◆ **PROBLEM TO WORK ON**
From the entries below, count the lines with "csvColumns". Write only the count.

◆ **MATERIAL TO PROCESS**
Start of Block
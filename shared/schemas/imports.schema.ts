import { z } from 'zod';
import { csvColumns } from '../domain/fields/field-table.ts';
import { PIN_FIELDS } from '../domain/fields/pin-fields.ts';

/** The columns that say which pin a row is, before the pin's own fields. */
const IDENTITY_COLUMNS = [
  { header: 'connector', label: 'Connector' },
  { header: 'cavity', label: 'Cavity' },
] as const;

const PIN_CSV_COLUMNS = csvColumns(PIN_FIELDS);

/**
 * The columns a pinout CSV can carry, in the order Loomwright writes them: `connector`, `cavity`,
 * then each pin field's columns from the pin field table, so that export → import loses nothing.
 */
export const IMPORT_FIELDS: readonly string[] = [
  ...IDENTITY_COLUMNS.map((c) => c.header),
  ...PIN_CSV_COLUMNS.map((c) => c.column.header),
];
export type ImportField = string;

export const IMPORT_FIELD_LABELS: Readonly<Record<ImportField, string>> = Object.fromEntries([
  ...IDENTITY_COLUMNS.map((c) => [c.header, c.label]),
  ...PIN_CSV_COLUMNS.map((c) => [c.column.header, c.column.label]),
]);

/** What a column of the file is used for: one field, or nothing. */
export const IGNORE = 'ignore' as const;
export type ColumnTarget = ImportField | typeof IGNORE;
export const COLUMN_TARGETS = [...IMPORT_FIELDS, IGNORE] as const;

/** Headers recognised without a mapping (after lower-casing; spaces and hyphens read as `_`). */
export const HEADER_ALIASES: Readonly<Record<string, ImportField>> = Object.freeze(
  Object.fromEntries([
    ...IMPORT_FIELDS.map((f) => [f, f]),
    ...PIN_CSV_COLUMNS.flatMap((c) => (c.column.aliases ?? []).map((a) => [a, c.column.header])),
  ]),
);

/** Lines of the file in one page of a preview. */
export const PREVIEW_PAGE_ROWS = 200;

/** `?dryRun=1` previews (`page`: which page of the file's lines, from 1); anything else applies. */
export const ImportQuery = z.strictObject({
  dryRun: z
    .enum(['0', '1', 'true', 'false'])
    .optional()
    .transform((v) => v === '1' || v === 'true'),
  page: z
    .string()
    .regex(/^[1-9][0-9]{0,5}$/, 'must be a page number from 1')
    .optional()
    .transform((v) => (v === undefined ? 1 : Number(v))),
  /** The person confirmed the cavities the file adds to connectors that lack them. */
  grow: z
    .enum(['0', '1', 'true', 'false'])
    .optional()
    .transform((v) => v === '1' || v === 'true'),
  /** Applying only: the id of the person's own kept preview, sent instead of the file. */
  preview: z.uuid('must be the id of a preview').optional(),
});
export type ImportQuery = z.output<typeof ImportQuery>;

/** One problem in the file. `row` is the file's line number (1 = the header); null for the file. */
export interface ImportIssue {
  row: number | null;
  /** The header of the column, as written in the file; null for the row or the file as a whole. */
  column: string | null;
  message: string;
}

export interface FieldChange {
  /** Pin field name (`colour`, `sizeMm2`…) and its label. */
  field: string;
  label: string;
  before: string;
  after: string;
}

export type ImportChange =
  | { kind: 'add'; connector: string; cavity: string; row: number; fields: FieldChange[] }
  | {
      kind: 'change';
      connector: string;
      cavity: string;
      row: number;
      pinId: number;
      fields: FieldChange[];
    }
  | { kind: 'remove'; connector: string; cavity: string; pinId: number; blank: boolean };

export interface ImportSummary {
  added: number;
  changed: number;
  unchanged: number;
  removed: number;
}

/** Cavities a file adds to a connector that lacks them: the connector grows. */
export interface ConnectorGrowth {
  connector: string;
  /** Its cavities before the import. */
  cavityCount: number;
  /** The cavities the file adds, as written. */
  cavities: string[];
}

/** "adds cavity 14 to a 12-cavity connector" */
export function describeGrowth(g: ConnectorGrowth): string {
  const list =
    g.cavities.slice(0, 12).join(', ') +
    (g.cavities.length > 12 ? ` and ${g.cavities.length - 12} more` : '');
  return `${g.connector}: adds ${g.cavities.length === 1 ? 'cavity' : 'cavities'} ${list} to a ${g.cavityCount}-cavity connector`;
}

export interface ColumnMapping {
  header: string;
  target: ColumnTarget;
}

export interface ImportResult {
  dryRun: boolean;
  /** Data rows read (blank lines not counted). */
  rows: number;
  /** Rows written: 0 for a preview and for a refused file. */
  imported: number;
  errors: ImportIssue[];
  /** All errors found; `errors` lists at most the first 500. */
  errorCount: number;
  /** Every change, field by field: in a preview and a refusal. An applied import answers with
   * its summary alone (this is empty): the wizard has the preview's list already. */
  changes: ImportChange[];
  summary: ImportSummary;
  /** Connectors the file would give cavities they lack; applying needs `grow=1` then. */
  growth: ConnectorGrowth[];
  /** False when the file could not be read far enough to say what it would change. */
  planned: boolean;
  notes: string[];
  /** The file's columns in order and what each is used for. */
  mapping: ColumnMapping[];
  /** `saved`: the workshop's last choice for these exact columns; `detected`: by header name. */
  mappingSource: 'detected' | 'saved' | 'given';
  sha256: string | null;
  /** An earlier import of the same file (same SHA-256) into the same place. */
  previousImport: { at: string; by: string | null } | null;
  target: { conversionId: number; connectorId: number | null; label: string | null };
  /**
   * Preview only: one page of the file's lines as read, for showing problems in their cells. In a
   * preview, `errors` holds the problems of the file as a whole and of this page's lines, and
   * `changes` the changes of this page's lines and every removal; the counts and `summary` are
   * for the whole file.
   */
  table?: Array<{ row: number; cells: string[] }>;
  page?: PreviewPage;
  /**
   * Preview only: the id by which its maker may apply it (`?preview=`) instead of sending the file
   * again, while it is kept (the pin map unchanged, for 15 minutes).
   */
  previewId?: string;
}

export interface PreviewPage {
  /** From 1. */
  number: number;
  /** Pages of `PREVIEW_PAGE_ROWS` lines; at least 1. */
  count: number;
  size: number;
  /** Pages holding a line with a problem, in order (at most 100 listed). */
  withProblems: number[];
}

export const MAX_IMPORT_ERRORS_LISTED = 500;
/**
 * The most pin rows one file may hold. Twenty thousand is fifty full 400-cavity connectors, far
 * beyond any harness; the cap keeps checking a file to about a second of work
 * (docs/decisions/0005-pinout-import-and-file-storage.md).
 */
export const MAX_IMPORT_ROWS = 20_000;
End of Block
◆ **EXERCISE RESULT**
2